Parlando con Stefano Bolognini, ai margini di una registrazione televisiva, mi è stato fatto invece notare quanto diverso sia stato l'atteggiamento dell'UDC nei confronti del suo consigliere nazionale, Alberto Villa. L'esponente dell'UDC Ligure, ai margini della polemica sorta intorno al Gay Pride di Genova, aveva fatto coming out pubblico in un'intervista al Secolo XIX del 10 settembre scorso, esprimendo dubbi rispetto alla posizione dell'UDC in materia di Pride, coppie omosessuali e adozioni e ritenendo compatibile il suo essere omosessuale, cattolico ed esponente di un partito come l'UDC appunto.
In quel caso la replica del Commissario regionale, Rosario Monteleone non si è fatta attendere neppure 24 ore (altro che Veltroni che finché può evita di prendere posizioni, per poi barcamenarsi tra distinguo e balletti di "ma anche"): «Voglio smentire categoricamente che quella espressa da Alberto Villa sia la posizione dell'Udc locale o di quello nazionale. Dev'essere chiaro che il nostro iscritto ha parlato a titolo esclusivamente personale» ha dichiarato al Secolo XIX. «Villa sa molto bene - dice Monteleone - quale sia la linea dell'Udc nei confronti della famiglia, dei Dico, delle adozioni per gli omosessuali.
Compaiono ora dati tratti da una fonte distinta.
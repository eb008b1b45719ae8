package main

import (
	"bytes"
	"context"
	"encoding/json"
	"os"
	"os/exec"
	"path/filepath"
	"slices"
	"strings"
	"testing"
)

const estuary = "../../testdata/estuary"

// lagwise runs a command in this process.
func lagwise(t *testing.T, want int, args ...string) string {
	t.Helper()
	var out, trouble bytes.Buffer
	if got := run(context.Background(), streams{strings.NewReader(""), &out, &trouble}, args); got != want {
		t.Fatalf("lagwise %s: status %d, want %d\n%s%s", strings.Join(args, " "), got, want, out.String(), trouble.String())
	}
	return out.String()
}

// estuaryCopy copies the demo's documents and data into a folder of its own.
func estuaryCopy(t *testing.T) string {
	t.Helper()
	to := t.TempDir()
	if err := os.CopyFS(to, os.DirFS(estuary)); err != nil {
		t.Fatal(err)
	}
	return to
}

func TestEstuaryIsWhatTheGeneratorWrites(t *testing.T) {
	to := t.TempDir()
	if out, err := exec.Command("go", "run", estuary+"/generate.go", to).CombinedOutput(); err != nil {
		t.Fatalf("%v\n%s", err, out)
	}
	files, err := filepath.Glob(filepath.Join(to, "*.csv"))
	if err != nil || len(files) != 4 {
		t.Fatalf("%d files (%v)", len(files), err)
	}
	for _, fresh := range files {
		got, err := os.ReadFile(fresh)
		if err != nil {
			t.Fatal(err)
		}
		kept, err := os.ReadFile(filepath.Join(estuary, "data", filepath.Base(fresh)))
		if err != nil {
			t.Fatal(err)
		}
		if !bytes.Equal(got, kept) {
			t.Errorf("%s is not what the generator writes: go run testdata/estuary/generate.go", filepath.Base(fresh))
		}
	}
}

// reviewed is what the tests read of a review's JSON.
type reviewed struct {
	Findings []struct {
		Rule, Request, Fingerprint string
		Deviation                  *struct{ From string }
		Rewrites                   []struct {
			Preferred bool
			Leaves    []string
			Edits     []struct{ Text string }
		}
	}
}

func reviewOf(t *testing.T, status int, folder string, args ...string) reviewed {
	t.Helper()
	var r reviewed
	text := lagwise(t, status, append([]string{"review", "--as", "json", folder}, args...)...)
	if err := json.Unmarshal([]byte(text), &r); err != nil {
		t.Fatal(err)
	}
	return r
}

// The comments of the demo tell a story; this is the list of what it tells.
func TestEstuaryShowsEachFindingOnce(t *testing.T) {
	want := []string{
		" idle-series",
		" suspected-missing-code",
		"bloom-silicate stray-key",
		"bloom-silicate unsuited-pearson",
		"eelgrass-boats shared-drift",
		"eelgrass-nitrate aim-and-method",
		"eelgrass-rain one-sided-drift",
		"mussels-nitrate dropped-differences",
		"mussels-since-1995 dropped-differences",
		"mussels-since-1995 short-record, under a deviation",
		"nitrate-effect drifting-regression",
		"nitrate-effect-gls drifting-regression",
		"nitrate-effect-gls near-unit-root-errors",
		"north-south autocorrelated-levels",
		"north-south unstated-aim",
		"rain-gales leftover-autocorrelation",
		"rain-gales over-differencing",
		"tide-effect autocorrelated-residuals",
		"warm-months-oxygen leftover-autocorrelation",
		"warm-water-oxygen leftover-season",
	}
	var got []string
	for _, f := range reviewOf(t, exitHeld, estuary).Findings {
		words := f.Request + " " + f.Rule
		if f.Deviation != nil {
			words += ", under a deviation"
		}
		got = append(got, words)
	}
	slices.Sort(got)
	if !slices.Equal(got, want) {
		t.Errorf("found\n%s\nwant\n%s", strings.Join(got, "\n"), strings.Join(want, "\n"))
	}
}

// Amending the demo leaves what no rewrite mends, and a second run changes
// nothing.
func TestEstuaryAmends(t *testing.T) {
	folder := estuaryCopy(t)
	lagwise(t, exitHeld, "amend", folder)
	var left []string
	for _, f := range reviewOf(t, exitHeld, folder).Findings {
		if f.Deviation == nil {
			left = append(left, f.Rule)
		}
	}
	slices.Sort(left)
	want := []string{"aim-and-method", "dropped-differences", "dropped-differences", "idle-series", "suspected-missing-code", "unstated-aim"}
	if !slices.Equal(left, want) {
		t.Errorf("left %v, want %v", left, want)
	}
	before := readAll(t, folder)
	lagwise(t, exitHeld, "amend", folder)
	if after := readAll(t, folder); after != before {
		t.Error("a second run changed the documents again")
	}
	for line := range strings.Lines(readAll(t, estuary)) {
		if strings.HasPrefix(line, "#") && !strings.Contains(before, line) {
			t.Errorf("this comment is lost: %s", line)
		}
	}
}

func readAll(t *testing.T, folder string) string {
	t.Helper()
	files, err := filepath.Glob(filepath.Join(folder, "*", "*.toml"))
	if err != nil {
		t.Fatal(err)
	}
	var all strings.Builder
	for _, f := range files {
		text, err := os.ReadFile(f)
		if err != nil {
			t.Fatal(err)
		}
		all.Write(text)
	}
	return all.String()
}

func TestStatuses(t *testing.T) {
	lagwise(t, exitHeld, "review", estuary)
	lagwise(t, exitFailed, "review", filepath.Join(estuary, "not-there"))
	lagwise(t, exitFailed, "review", estuary, filepath.Join(estuary, "not-there"))
	lagwise(t, exitFine, "review", estuary+"/lab.conventions.toml")
	lagwise(t, exitFailed, "review", "--as", "prose", estuary)
	lagwise(t, exitFailed, "revue")
	lagwise(t, exitFine, "screen", estuary)
	lagwise(t, exitFine, "compute", estuary)
	lagwise(t, exitHeld, "amend", "--show", estuary)
}

func TestInterruptedRunsEndWith130(t *testing.T) {
	ctx, stop := context.WithCancel(context.Background())
	stop()
	var out, trouble bytes.Buffer
	folder := estuaryCopy(t)
	before := readAll(t, folder)
	if got := run(ctx, streams{strings.NewReader(""), &out, &trouble}, []string{"amend", folder}); got != exitInterrupted {
		t.Errorf("status %d\n%s", got, trouble.String())
	}
	if readAll(t, folder) != before {
		t.Error("an interrupted run wrote")
	}
}

func TestWorkersNeverChangeTheBytes(t *testing.T) {
	for _, command := range []string{"review", "compute", "screen"} {
		status := exitFine
		if command == "review" {
			status = exitHeld
		}
		one := lagwise(t, status, command, "--as", "json", "--workers", "1", estuary)
		eight := lagwise(t, status, command, "--as", "json", "--workers", "8", estuary)
		if one != eight {
			t.Errorf("%s: one worker and eight write different bytes", command)
		}
	}
}

// The choice of a rewrite never looks at the result: with one series turned
// upside down the same rules speak and the same rewrites are preferred.
func TestSignNeverChangesTheChoice(t *testing.T) {
	folder := estuaryCopy(t)
	for file, column := range map[string]int{"shore-annual.csv": 1, "sonde-monthly.csv": 2, "turbidity-daily.csv": 1} {
		turn(t, filepath.Join(folder, "data", file), column)
	}
	upright, turned := reviewOf(t, exitHeld, estuary), reviewOf(t, exitHeld, folder)
	a, b := choices(upright), choices(turned)
	if !slices.Equal(a, b) {
		t.Errorf("upright\n%s\nturned\n%s", strings.Join(a, "\n"), strings.Join(b, "\n"))
	}
}

// turn multiplies one column of a CSV file by -1.
func turn(t *testing.T, file string, column int) {
	t.Helper()
	text, err := os.ReadFile(file)
	if err != nil {
		t.Fatal(err)
	}
	lines := strings.Split(strings.TrimSpace(string(text)), "\n")
	for i, line := range lines[1:] {
		cells := strings.Split(line, ",")
		if cells[column] != "" {
			cells[column] = "-" + cells[column]
		}
		lines[i+1] = strings.Join(cells, ",")
	}
	if err := os.WriteFile(file, []byte(strings.Join(lines, "\n")+"\n"), 0o644); err != nil {
		t.Fatal(err)
	}
}

// choices lists what speaks and what is offered, without numbers.
func choices(r reviewed) []string {
	var all []string
	for _, f := range r.Findings {
		line := f.Request + " " + f.Rule
		for _, w := range f.Rewrites {
			line += " |"
			for _, e := range w.Edits {
				line += " " + strings.TrimSpace(e.Text)
			}
			if w.Preferred {
				line += " (preferred)"
			}
			line += " leaves " + strings.Join(w.Leaves, ",")
		}
		all = append(all, line)
	}
	return all
}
Quindi, ribadisco, ha parlato a titolo esclusivamente personale, ciò che ha detto non corrisponde in maniera assoluta con quanto il partito dice da sempre e con i valori che difende».
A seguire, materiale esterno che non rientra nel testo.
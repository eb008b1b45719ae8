package main

import (
	"bytes"
	"context"
	"fmt"
	"path/filepath"

	"github.com/rogpeppe/go-internal/diff"

	"lagwise/lint/engine"
)

func amend(ctx context.Context, s streams, args []string) (int, error) {
	o := &options{}
	f := newFlags("amend", s, o, "text")
	f.StringVar(&f.holdAt, "hold-at", "", "fail when something at this severity or above remains")
	f.StringVar(&o.named, "named", "", "with -: the place where the document on standard input would stand")
	request := f.String("request", "", "only this request")
	rule := f.String("for", "", "only what answers this rule")
	show := f.Bool("show", false, "print the difference and write nothing")
	if err := f.parse(args, o); err != nil {
		return exitFailed, err
	}
	showing := *show || len(o.paths) == 0 || o.paths[0] == "-"
	b, err := o.open(s)
	if err != nil {
		return exitFailed, err
	}
	done, err := b.workspace.Amend(ctx, b.documents, engine.AmendOptions{Request: *request, Rule: *rule, Write: !showing})
	if err != nil {
		return exitFailed, err
	}
	status := b.printAmended(s, done, showing)
	if !showing && status == exitFine {
		status, err = b.remaining(ctx, s)
	}
	if b.trouble != nil {
		return exitFailed, b.trouble
	}
	return status, err
}

// printAmended says what was changed, or shows it; the status is 2 where a
// document was left as it was, and 1 where there is a difference to show.
func (b *batch) printAmended(s streams, done *engine.Amended, showing bool) int {
	status := exitFine
	changed := false
	for _, f := range done.Files {
		name := shown(f.Path)
		if f.Err != nil {
			fmt.Fprintf(s.err, "lagwise amend: %v\n", f.Err)
			status = exitFailed
			continue
		}
		if !bytes.Equal(f.Before, f.After) {
			changed = true
			fmt.Fprintln(s.out, name)
			for _, a := range f.Applied {
				fmt.Fprintf(s.out, "  %s\n", a)
			}
			fmt.Fprintf(s.out, "%s", diff.Diff(filepath.ToSlash(name), f.Before, filepath.ToSlash(name), f.After))
		}
		for _, left := range f.Left {
			fmt.Fprintf(s.out, "%s  remains: %s\n", name, left)
		}
	}
	switch {
	case !changed && status == exitFine && !b.quiet:
		fmt.Fprintln(s.out, "Nothing to amend.")
	case changed && showing && status == exitFine:
		status = exitHeld
	}
	return status
}

// remaining is the status of what is left after writing.
func (b *batch) remaining(ctx context.Context, s streams) (int, error) {
	ed := b.workspace.Edition()
	status := exitFine
	for _, path := range b.documents {
		j, err := ed.Judge(ctx, path)
		if err != nil {
			return exitFailed, err
		}
		status = max(status, b.statusOf(s, ed, j, nil))
	}
	return status, nil
}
Monteleone fa seguire alle dichiarazioni stampa un intervento TV su Primo Canale in cui ha screditato politicamente Villa, dicendo che «è un semplice iscritto e non conta nulla». Cosa falsa in quanto Villa era al tempo membro del consiglio nazionale dell'UDC, era anche stato a capo dello staff politico dell'assessore regionale Adolfo nella giunta di centrodestra e aveva coordinato diverse campagne elettorali liguri.
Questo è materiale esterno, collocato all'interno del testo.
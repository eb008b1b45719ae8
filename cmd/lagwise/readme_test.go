package main

import (
	"context"
	"os"
	"path/filepath"
	"strings"
	"testing"

	"lagwise/lint/present"
)

// What the README shows is what the program prints.
func TestReadmeShowsWhatIsPrinted(t *testing.T) {
	t.Chdir("../..")
	readme, err := os.ReadFile("README.md")
	if err != nil {
		t.Fatal(err)
	}
	first, _, _ := strings.Cut(lagwise(t, exitHeld, "review", "testdata/estuary"), "\n\n")
	for what, text := range map[string]string{"finding": first, "hover": hoverOf(t, "testdata/estuary/analyses/eelgrass.analysis.toml")} {
		if !strings.Contains(string(readme), "```\n"+text+"\n```") {
			t.Errorf("the %s of the README is not this:\n%s", what, text)
		}
	}
}

// hoverOf is the hover of the first request of a document, in plain text.
func hoverOf(t *testing.T, document string) string {
	t.Helper()
	path, err := filepath.Abs(document)
	if err != nil {
		t.Fatal(err)
	}
	e, err := (&options{onDate: "2026-01-01"}).engine()
	if err != nil {
		t.Fatal(err)
	}
	ed := e.Workspace(filepath.Dir(path)).Edition()
	j, err := ed.Prove(context.Background(), path)
	if err != nil {
		t.Fatal(err)
	}
	x, err := ed.Explain(context.Background(), path, 0)
	if err != nil {
		t.Fatal(err)
	}
	return present.Hover(x, j.Findings[:1], false)
}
L'epilogo della vicenda matura a poco più di un mese dopo, il 22 ottobre scorso, quando un amareggiato Alberto Villa rassegna le dimissioni dal consiglio nazionale dell'UDC e dal partito, spiegando in una lettera a Casini, Buttiglione e Cesa di essere stato "estromesso e emarginato" a seguito delle sue dichiarazioni.
Si tratterebbe, in pratica, di una sorta di mobbing politico.
Ecco la sua ricostruzione dei fatti: «Ho visto reazioni veramente stravaganti anche nel mio partito. Come se a Genova dovessero arrivare orde di pazze seminude con le piume, ho sentito parlare di oscenità e di carnevalate. E ho deciso di intervenire. Che io sia omosessuale ritengo che lo sapessero tutti, ma fino ad allora era un fatto mio. Ho fatto outing per chiedere un dibattito nel partito. Invece ho ricevuto un attacco inaudito dal segretario regionale Monteleone che ha perfino dichiarato di non sapere bene chi fossi: io gli ho organizzato la campagna elettorale».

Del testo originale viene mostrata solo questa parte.